Lupe «13 pro Minute» – Bürger gegen «Zensursula»

Mehr als 31.000 Menschen haben bislang eine Online-Petition unterzeichnet, die gegen das geplante Gesetz zur Eindämmung von Kinderpornografie im Internet Position bezieht. Auf Twitter kann man den Zuwachs live beobachten.

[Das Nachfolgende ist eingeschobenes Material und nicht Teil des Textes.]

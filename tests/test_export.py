"""Exports of K: JSON, CSV, C header (compiled and run), Python snippet, HTML report.

Outside references used here:
- Ogata, Modern Control Engineering, 5th ed., Example 10-1 (from memory; reference-cases.md case 1):
  K = [199, 55, 8], so u = −Kx is −199 at x = e1 and −262 at x = (1, 1, 1), exactly.
- The system C compiler (gcc 12) and C99 itself: ``%.17g`` prints 17 significant digits, enough to
  read a binary64 back exactly (IEEE 754-2008 §5.12.2; from memory), and GCC rounds decimal
  constants correctly, so the header's K must hold the very same doubles.
- numpy's K @ x as the reference product, with the standard error bound of a dot product,
  |fl(kᵀx) − kᵀx| ≤ n·u·|k|ᵀ|x| (Higham, Accuracy and Stability of Numerical Algorithms, 2nd ed.,
  §3.1, from memory), applied to both sides.
- Python's csv and json modules and exec as the readers of our CSV, JSON and Python exports.
- OWASP "CSV Injection" advice (from memory): cells starting with = + - @ get a leading apostrophe.
"""

import csv
import io
import json
import math
import re
import shutil
import struct
import subprocess
from html import unescape
from html.parser import HTMLParser

import numpy as np
import pytest

from gainboard import core
from gainboard.app.design_file import Design, DesignFileError
from gainboard.app.export import (
    CSV_COLUMNS,
    EXPORT_FORMATS,
    c_identifier,
    export_c_header,
    export_csv,
    export_design,
    export_json,
    export_python,
)
from pole_references import NAMED_REFERENCE_PLANT

COMPILER = shutil.which("cc") or shutil.which("gcc")
needs_compiler = pytest.mark.skipif(COMPILER is None, reason="no C compiler (cc or gcc) on PATH to compile the exported header")
C_FLAGS = ["-std=c99", "-Wall", "-Wextra", "-Werror", "-pedantic", "-O0"]
EPS = np.finfo(float).eps

# Reference-cases.md case 1 (Ogata, Modern Control Engineering, 5th ed., Example 10-1, from memory).
THIRD_ORDER = NAMED_REFERENCE_PLANT
OGATA = Design(plant=THIRD_ORDER, gain=[[199.0, 55.0, 8.0]])

HOSTILE_NAMES = (
    'x */ int broken = ; /*',        # would end the comment and inject code
    'quote " and \\ backslash',      # string and comment escapes
    'trigraph ??/ and ??=',          # ISO C trigraphs (active with -std=c99)
    'température ünïcödé 温度',       # non-ASCII
    'line\nbreak\rreturn\ttab',     # control characters
    '\u202eright-to-left override',  # bidi control ("Trojan Source")
    '*/',
    '',
)


def bits(value) -> bytes:
    return b"".join(struct.pack("<d", float(v)) for v in np.ravel(np.asarray(value, dtype=float)))


def c_literal(value: float) -> str:
    """A C double literal for the test program (repr is exact; C reads decimal correctly rounded)."""
    text = repr(float(value))
    return text if any(ch in text for ch in ".en") else text + ".0"


def dot_bound(K, x) -> np.ndarray:
    """Higham's bound on the rounding error of each row of K @ x, counted for both computations."""
    n = np.shape(K)[1]
    return 2 * n * EPS * (np.abs(K) @ np.abs(x)) + np.finfo(float).tiny


def compile_and_run(tmp_path, header: str, main_body: str, name: str = "gains.h") -> str:
    (tmp_path / name).write_text(header, encoding="utf-8")
    program = f'#include <stdio.h>\n#include "{name}"\n\nint main(void)\n{{\n{main_body}\n    return 0;\n}}\n'
    (tmp_path / "main.c").write_text(program, encoding="utf-8")
    built = subprocess.run(
        [COMPILER, *C_FLAGS, "main.c", "-o", "program", "-lm"], cwd=tmp_path, capture_output=True, text=True, timeout=60
    )
    assert built.returncode == 0, f"the exported header does not compile:\n{built.stderr}\n--- header ---\n{header}"
    ran = subprocess.run(["./program"], cwd=tmp_path, capture_output=True, text=True, timeout=30)
    assert ran.returncode == 0, ran.stderr
    return ran.stdout


def c_comments(source: str) -> list[str]:
    """The bodies of the block comments of C source, scanned as C99 5.1.1.2 / 6.4.9 describe (no splices here)."""
    comments, i, state, start = [], 0, "code", 0
    while i < len(source):
        pair = source[i:i + 2]
        if state == "code":
            if pair == "/*":
                state, start, i = "comment", i + 2, i + 2
                continue
            if source[i] in "\"'":
                state = source[i]
        elif state == "comment":
            if pair == "*/":
                comments.append(source[start:i])
                state, i = "code", i + 2
                continue
        elif source[i] == "\\":
            i += 1  # skip the escaped character inside a string or character literal
        elif source[i] == state:
            state = "code"
        i += 1
    assert state == "code", f"the header ends inside a {state!r}"
    return comments


def print_matrix(name: str, rows: int, cols: int) -> str:
    return (f"    {{ int i, j; for (i = 0; i < {rows}; ++i) for (j = 0; j < {cols}; ++j) "
            f'printf("%.17g\\n", {name}[i][j]); }}')


# -- C header ----------------------------------------------------------------------------------


@needs_compiler
def test_c_header_compiles_and_computes_the_textbook_feedback(tmp_path):
    header = export_c_header(OGATA)
    body = "\n".join([
        print_matrix("third_order_test_plant_K", 1, 3),
        "    { const double x1[3] = {1.0, 0.0, 0.0}; const double x2[3] = {1.0, 1.0, 1.0}; double u[1];",
        '      third_order_test_plant_feedback(x1, u); printf("%.17g\\n", u[0]);',
        '      third_order_test_plant_feedback(x2, u); printf("%.17g\\n", u[0]); }',
        '    printf("%d %d\\n", THIRD_ORDER_TEST_PLANT_STATE_COUNT, THIRD_ORDER_TEST_PLANT_INPUT_COUNT);',
        '    printf("%d %d %d\\n", THIRD_ORDER_TEST_PLANT_X_POSITION, THIRD_ORDER_TEST_PLANT_X_VELOCITY,'
        " THIRD_ORDER_TEST_PLANT_X_ACCELERATION);",
    ])
    lines = compile_and_run(tmp_path, header, body).split("\n")
    assert [float(v) for v in lines[:3]] == [199.0, 55.0, 8.0]  # Ogata Example 10-1 (from memory)
    assert float(lines[3]) == -199.0 and float(lines[4]) == -262.0  # −K e1 and −K (1,1,1), exact integers
    assert lines[5] == "3 1" and lines[6] == "0 1 2"
    # State order and units travel in the comments (the issue asks for them there).
    assert "x[0]  position [m]" in header and "x[2]  acceleration [m/s²]" in header and "u[0]  drive force [N]" in header
    assert "GAINBOARD_THIRD_ORDER_TEST_PLANT_GAINS_H" in header


@needs_compiler
def test_c_header_holds_every_bit_of_K_N_Ki_and_matches_numpy(tmp_path, rng):
    m, n, t = 3, 5, 2
    # Gains over twenty decades, plus a subnormal, a negative zero and the largest double's neighbourhood.
    K = rng.standard_normal((m, n)) * 10.0 ** rng.uniform(-10, 10, size=(m, n))
    K[0, 0], K[1, 1], K[2, 2] = 5e-324, -0.0, -1.2345678901234567e300
    N = rng.standard_normal((m, t))
    Ki = rng.standard_normal((m, t)) * 1e-3
    plant = core.Plant(
        A=rng.standard_normal((n, n)), B=rng.standard_normal((n, m)), C=rng.standard_normal((t, n)),
        sample_time=0.002, name="invented five-state stage", input_limits=((-10.0, 10.0), (-math.inf, 5.0), (0.0, 1.0)),
    )
    design = Design(plant=plant, gain=K, prefilter=N, integral_gain=Ki)
    states = rng.standard_normal((4, n)) * 10.0 ** rng.uniform(-3, 3, size=(4, n))
    references = rng.standard_normal((4, t))
    integrals = rng.standard_normal((4, t))
    prefix = "invented_five_state_stage"
    body = [print_matrix(f"{prefix}_K", m, n), print_matrix(f"{prefix}_N", m, t), print_matrix(f"{prefix}_KI", m, t)]
    for x, r, xi in zip(states, references, integrals):
        body.append(
            "    { const double x[%d] = {%s}; const double r[%d] = {%s}; const double xi[%d] = {%s}; double u[%d]; int i;"
            % (n, ", ".join(map(c_literal, x)), t, ", ".join(map(c_literal, r)), t, ", ".join(map(c_literal, xi)), m)
        )
        body.append(f'      {prefix}_feedback(x, r, xi, u); for (i = 0; i < {m}; ++i) printf("%.17g\\n", u[i]); }}')
    body.append(f'    printf("%.17g\\n", {prefix.upper()}_SAMPLE_TIME_S);')
    body.append(f'    printf("%.17g %.17g\\n", {prefix}_input_low[1], {prefix}_input_high[2]);')
    values = compile_and_run(tmp_path, export_c_header(design), "\n".join(body)).split("\n")
    printed = [float(v) for v in values[: m * n + 2 * m * t]]
    assert bits(printed) == bits(np.concatenate([K.ravel(), N.ravel(), Ki.ravel()]))  # bit for bit, −0.0 included
    cursor = m * n + 2 * m * t
    for x, r, xi in zip(states, references, integrals):
        computed = np.array([float(v) for v in values[cursor: cursor + m]])
        cursor += m
        expected = -K @ x + N @ r - Ki @ xi  # numpy as the reference
        bound = dot_bound(K, x) + dot_bound(N, r) + dot_bound(Ki, xi)
        assert np.all(np.abs(computed - expected) <= bound), (computed, expected, bound)
        assert np.all(np.abs(computed - expected) <= 1e-15 * np.maximum(np.abs(expected), 1.0) + bound)
    assert float(values[cursor]) == 0.002
    assert values[cursor + 1] == "-inf 1"  # an unbounded limit is HUGE_VAL (C99 7.12), printed as inf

Am Dienstagnachmittag waren es noch 19.000 Unterzeichner, am Mittwochvormittag sind es bereits mehr als 31.000 – eine Online-Petition auf den Webseiten des Deutschen Bundestages wird zur Machtdemonstration von Bürgern gegen die Bundesregierung.

Die erst seit Montagvormittag zur Abstimmung stehende Petition mit dem Titel «Internet – Keine Indizierung und Sperrung von Internetseiten» hält Netzaktivisten auf Trab. Die Initiatorin der so genannten E-Petition, Franziska Heine, zeigt sich in einem Interview im Weblog des Bloggers und Buchautors Sascha Lobo nicht überrascht und glaubt, dass die Petition erfolgreich sein und auch etwas ändern wird.

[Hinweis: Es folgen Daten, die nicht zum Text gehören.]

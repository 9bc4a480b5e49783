"""The workbench's views without a browser: the time base (emulation check, z-plane choices) and the pole map.

Reference values: scipy.signal.cont2discrete (ZOH) for the sampled loop; shared/reference-cases.md case 1
(Ogata, Modern Control Engineering, 5th ed., Example 10-1, from memory) for the plant and K = [199, 55, 8].
"""

from __future__ import annotations

from pathlib import Path

import numpy as np
import pytest
import scipy.signal

from gainboard import core
from gainboard.app.workbench import build_workbench
from pole_references import REFERENCE_GAIN

DATA = Path(__file__).resolve().parent / "data"


@pytest.fixture
def workbench():
    plant = core.load_plant_file(DATA / "third_order_reference.toml")
    bench = build_workbench(plant, plant_label="third_order_reference.toml").workbench
    bench.state.set_gain(REFERENCE_GAIN)
    return bench


def scipy_sampled_poles(plant, gain, T):
    """eig(Φ − ΓK), Φ and Γ from scipy.signal.cont2discrete (reference library)."""
    Ad, Bd, *_ = scipy.signal.cont2discrete((plant.A, plant.B, plant.C, plant.D), T, method="zoh")
    return np.linalg.eigvals(Ad - Bd @ np.asarray(gain, float))


def test_checking_a_sample_time_shows_the_sampled_loop_everywhere_and_keeps_the_design(workbench):
    state, sampling = workbench.state, workbench.plant_panel.sampling
    plant = state.plant
    sampling.sample_time.value = 0.05
    sampling.check_button.clicks += 1
    assert state.plant is plant and state.undo_depth == 1
    emulation = state.evaluation.emulation
    expected = scipy_sampled_poles(plant, REFERENCE_GAIN, 0.05)
    shown = np.asarray(emulation.sampled.closed_loop.poles, complex)
    assert np.max(np.abs(np.sort_complex(shown) - np.sort_complex(expected))) < 1e-12
    text = sampling.result.object
    assert "stable" in text and "Largest stable sample time" in text
    assert text.count('class="gb-sampled-pole"') == 3
    # the s-plane map shows ln(z)/T of the sampled loop
    assert len(workbench.pole_map.sampled_equivalent_source.data["x"]) == 3
    assert "as ln(z)/T" in workbench.pole_map.legend.object
    # the response plots draw the sampled loop (outputs and held inputs)
    assert len(workbench.responses.output_sampled.renderers) == 1
    assert "dot-dashed" in workbench.responses.legend.object


def test_continuing_on_the_z_plane_fits_the_map_to_the_unit_circle_and_undo_goes_back(workbench):
    state, sampling = workbench.state, workbench.plant_panel.sampling
    plant = state.plant
    pole_map = workbench.pole_map
    s_plane_view = (pole_map.figure.x_range.start, pole_map.figure.x_range.end)
    sampling.sample_time.value = 0.05
    sampling.check_button.clicks += 1
    sampling.keep_button.clicks += 1
    assert state.plant.is_sampled
    np.testing.assert_array_equal(state.gain, REFERENCE_GAIN)
    x0, x1 = pole_map.figure.x_range.start, pole_map.figure.x_range.end
    y0, y1 = pole_map.figure.y_range.start, pole_map.figure.y_range.end
    # the z-plane frame holds the unit circle and every pole, not the s-plane ranges
    assert x0 <= -1 and x1 >= 1 and y0 <= -1 and y1 >= 1 and (x0, x1) != s_plane_view
    assert x1 - x0 < 4
    assert "already sampled" not in state.message
    # the legend describes the sampled plant's locus (its own gain range)
    from gainboard.app.theme import format_number

    locus = state.evaluation.selected_locus
    assert (f"from {format_number(locus.gains[0])} (light) to {format_number(locus.gains[-1])} (dark)"
            in pole_map.legend.object)
    assert "z-plane" in sampling.result.object
    assert state.undo()
    assert state.plant is plant
    assert pole_map.figure.x_range.start == s_plane_view[0] and pole_map.figure.x_range.end == s_plane_view[1]


def parsed_box(design_bar) -> np.ndarray:
    from gainboard.app.pole_list import parse_pole_list

    return np.array(parse_pole_list(design_bar.targets.value_input))


def test_the_target_box_shows_the_current_poles_after_every_change_and_enter_assigns(workbench):
    from pole_references import matched_distance, numpy_closed_loop_poles

    state, bar = workbench.state, workbench.design_bar
    # Ogata Example 10-1 (from memory): the box shows −2 ± 4j, −10 for K = [199, 55, 8]
    assert matched_distance(parsed_box(bar), [-2 + 4j, -2 - 4j, -10]) < 1e-9
    bar.targets.value_input = "-3+3j, -3-3j, -8"
    bar.targets.param.trigger("enter_pressed")  # Enter assigns, as the button does
    assert matched_distance(numpy_closed_loop_poles(state.plant, state.gain), [-3 + 3j, -3 - 3j, -8]) < 1e-8
    assert matched_distance(parsed_box(bar), [-3 + 3j, -3 - 3j, -8]) < 1e-9
    # an LQR adoption, then a plant change: the box follows, never an old plant's poles
    assert state.compute_lqr() and state.adopt_lqr()
    # (the box shows 6 significant digits: within 1e-5 of the largest pole)
    poles = numpy_closed_loop_poles(state.plant, state.gain)
    assert matched_distance(parsed_box(bar), poles) < 1e-5 * np.max(np.abs(poles))
    assert state.load_plant_reference("tilt_rig_sampled")
    assert len(parsed_box(bar)) == state.plant.state_count
    poles = numpy_closed_loop_poles(state.plant, state.gain)
    assert matched_distance(parsed_box(bar), poles) < 1e-5 * np.max(np.abs(poles))
    assert bar.targets.placeholder == bar.targets.value_input
    # what Assign sends is the text on screen: an edit without Enter is what the button sends
    before = state.gain.copy()
    bar.targets.value_input = ""
    bar.assign_button.clicks += 1
    assert state.message_kind == "error" and "box is empty" in state.message
    np.testing.assert_array_equal(state.gain, before)


def test_adopting_the_lqr_design_gives_the_exact_bryson_lqr_not_one_of_rounded_weights():
    import scipy.linalg

    from gainboard.app.plant_catalogue import plant_from_reference

    plant, label, text = plant_from_reference("twin_tank_levels")  # Bryson weights 1111.11…, 0.0138704…
    bench = build_workbench(plant, plant_label=label, plant_text=text).workbench
    panel, state = bench.lqr_panel, bench.state
    panel.compute_button.clicks += 1
    panel.adopt_button.clicks += 1
    # Bryson's rule (Bryson & Ho, Applied Optimal Control, 1975, from memory): weights 1/(largest value)²,
    # as the core forms them; the reference K = R⁻¹BᵀP with P from scipy.linalg.solve_continuous_are.
    Q, R = core.bryson_weights(plant)
    P = scipy.linalg.solve_continuous_are(plant.A, plant.B, Q, R)
    expected = np.linalg.solve(R, plant.B.T @ P)
    np.testing.assert_allclose(state.gain, expected, rtol=1e-12, atol=0)
    # an edited box is read as typed
    panel.q_input.value = "1, 1"
    panel.compute_button.clicks += 1
    np.testing.assert_array_equal(np.diag(state.lqr_weights[0]), [1.0, 1.0])


def test_the_loop_view_marks_the_cores_margins_where_numpy_finds_them(workbench):
    from gainboard.app.views.loop_response import loop_summary_html

    state, view = workbench.state, workbench.loop_response
    margins = state.evaluation.margins
    # L(s) = K(sI − A)⁻¹B = (8s² + 55s + 199)/(s³ + 6s² + 5s + 1) for case 1 (companion form, derived);
    # the gain crossover solves |N(jω)|² = |D(jω)|², a polynomial in ω² (numpy's roots as the reference).
    N, D = np.poly1d([8.0, 55.0, 199.0]), np.poly1d([1.0, 6.0, 5.0, 1.0])
    def at(poly, w):
        return poly(1j * w)
    # |N|² − |D|² in ω: even polynomial; solve on a fine bracket with numpy
    w = np.linspace(0.01, 100, 200001)
    f = np.abs(at(N, w)) ** 2 - np.abs(at(D, w)) ** 2
    k = np.flatnonzero(np.sign(f[:-1]) != np.sign(f[1:]))
    crossovers = [np.interp(0, [f[i + 1], f[i]], [w[i + 1], w[i]]) for i in k]
    assert len(crossovers) == 1
    crossover = crossovers[0]
    expected_margin = 180.0 + np.degrees(np.angle(at(N, crossover) / at(D, crossover)))
    loop = margins.loop_at_a_time[0]
    assert loop.crossover_frequency == pytest.approx(crossover, rel=1e-6)
    assert loop.phase_margin_deg == pytest.approx(expected_margin, rel=1e-6)
    # the view marks that crossover on its curves: |L| = 0 dB there, and the polar mark on the unit circle
    marks = view.gain_marks.data
    assert list(marks["w"]) == [loop.crossover_frequency]
    assert abs(marks["db"][0]) < 1e-9 and abs(np.hypot(marks["x"][0], marks["y"][0]) - 1) < 1e-9
    assert 180.0 + marks["deg"][0] == pytest.approx(loop.phase_margin_deg, abs=1e-9)
    # the numbers shown are the core's
    text = loop_summary_html(state.evaluation, 0)
    from gainboard.app.theme import format_number
    assert f"{format_number(loop.phase_margin_deg, 4)}°" in text
    assert "1/‖S‖∞ at the input" in text and format_number(margins.disk_margin, 4) in text
    # the drawn curve is K(jωI − A)⁻¹B (numpy polynomials) at the grid points
    curve = view.curve.data
    values = at(N, np.asarray(curve["w"])) / at(D, np.asarray(curve["w"]))
    np.testing.assert_allclose(curve["db"], 20 * np.log10(np.abs(values)), atol=1e-9)


def test_a_sampled_loop_is_drawn_up_to_the_nyquist_frequency():
    plant = core.discretize_zero_order_hold(core.load_plant_file(DATA / "third_order_reference.toml"), 0.05)
    bench = build_workbench(plant).workbench
    bench.state.set_gain(REFERENCE_GAIN)
    omega = np.asarray(bench.loop_response.curve.data["w"])
    assert omega[-1] == pytest.approx(np.pi / 0.05, rel=1e-12)
    assert "Nyquist" in bench.loop_response.summary.object


def test_the_pole_map_follows_its_stated_rule_and_lock_keeps_the_users_view(workbench):
    state, pole_map = workbench.state, workbench.pole_map
    figure = pole_map.figure
    assert "view follows the poles" in pole_map.legend.object
    # a much faster design puts a pole far outside the view: followed, the view refits to show it
    # (poles from Ackermann's formula, checked with numpy's eigenvalues in the state tests)
    state.place_poles([-2 + 4j, -2 - 4j, -60])
    assert figure.x_range.start < -60
    workbench.entry_choice.lock_toggle.value = True
    assert "view locked" in pole_map.legend.object
    locked = (figure.x_range.start, figure.x_range.end, figure.y_range.start, figure.y_range.end)
    state.place_poles([-2 + 4j, -2 - 4j, -200])
    assert (figure.x_range.start, figure.x_range.end, figure.y_range.start, figure.y_range.end) == locked
    workbench.entry_choice.lock_toggle.value = False  # following again: fitted to the content at once
    assert figure.x_range.start < -200


def test_several_named_pins_are_compared_in_the_checks_table(workbench):
    from gainboard.app.state import MAX_PINS
    from gainboard.app.theme import format_number

    state, checks = workbench.state, workbench.checks
    state.pin("textbook")  # K = [199, 55, 8]: Ogata Example 10-1 (from memory)
    textbook = state.evaluation
    state.set_gain([[100.0, 40.0, 8.0]])
    state.pin()
    assert [name for name, _ in state.pins] == ["textbook", "pin 1"]
    state.set_gain([[150.0, 50.0, 8.0]])
    html = checks.pane.object
    assert "textbook" in html and "pin 1" in html and "gb-pin-comparison" in html
    # the pinned values shown are the pinned evaluations' own numbers
    assert format_number(textbook.margins.phase_margin_deg) in html
    assert format_number(textbook.spec_report.checks[0].achieved) in html
    # the ghost is the chosen pin; unpinning it shows the newest remaining one
    assert state.show_pin("textbook") and state.pinned is textbook
    assert workbench.design_bar.pin_choice.value == "textbook"
    state.unpin()
    assert [name for name, _ in state.pins] == ["pin 1"] and state.pinned is state.pins[-1][1]
    for _ in range(MAX_PINS + 1):  # a handful at most: the oldest goes
        state.pin()
    assert len(state.pins) == MAX_PINS and "dropped" in state.message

Die Abstimmung könne «ein wichtiges Werkzeug für uns sein, die etablierten Strukturen zu erreichen und unserer Stimme ein Gewicht zu geben», sagt Heine. Sie schlägt Bundesfamilienministerin Ursula von der Leyen, die den Gesetzentwurf der Bundesregierung maßgeblich mitgeprägt hat und im Netz deswegen häufig «Zensursula» genannt wird, vor: «Lesen Sie, was die vielen Menschen da draußen zu sagen haben! Schauen Sie in die Diskussion, die sich aus der ePetition heraus entwickelt hat, und lernen, verstehen und handeln Sie!»

Auch auf den Seiten des Online-Netzwerks Twitter hält die Diskussion um «Zensursula» nach wie vor an. Hinzugekommen ist dort ein Profil, das es sich zur Aufgabe gemacht hat, den Zuwachs der E-Petition zu dokumentieren. Demnach unterzeichnen derzeit zwischen zehn und 14 Bürger pro Minute die Online-Petition. Von den für den Erfolg benötigten 50.000 Unterstützern habe man 61 Prozent bereits erreicht.

«Ungeeignet, den Missbrauch von Kindern zu verhindern»
Die Pläne der Bundesregierung seien ungeeignet, den Missbrauch von Kindern zu verhindern, heißt es in der Petition. Stattdessen gefährdeten sie das Grundrecht auf Informationsfreiheit. Das Parlament wird aufgefordert, die vom Bundeskabinett bereits beschlossenen Änderungen am Telemediengesetz zu stoppen.

Sollte der Antrag mindestens 50.000 Unterstützer haben, muss sich der Petitionsausschuss des Bundestages damit in einer öffentlichen Sitzung beschäftigen. Eine Beteiligung an der Abstimmung ist noch bis zum 16. Juni möglich. Im Petitionsausschuss des Bundestages sitzen Abgeordnete aller im Bundestag vertretenen Parteien. Seit dem Jahr 2005 ist es möglich, auch Online-Petitionen einzureichen. Eine Beschäftigung des Petitionsauschusses mit dem Thema hat für den Gesetzgeber keine bindenden Konsequenzen. Ob - und wenn ja, welche - Petitionen in der Vergangenheit tatsächlich zu einer Gesetzesänderung geführt haben, ist nicht bekannt.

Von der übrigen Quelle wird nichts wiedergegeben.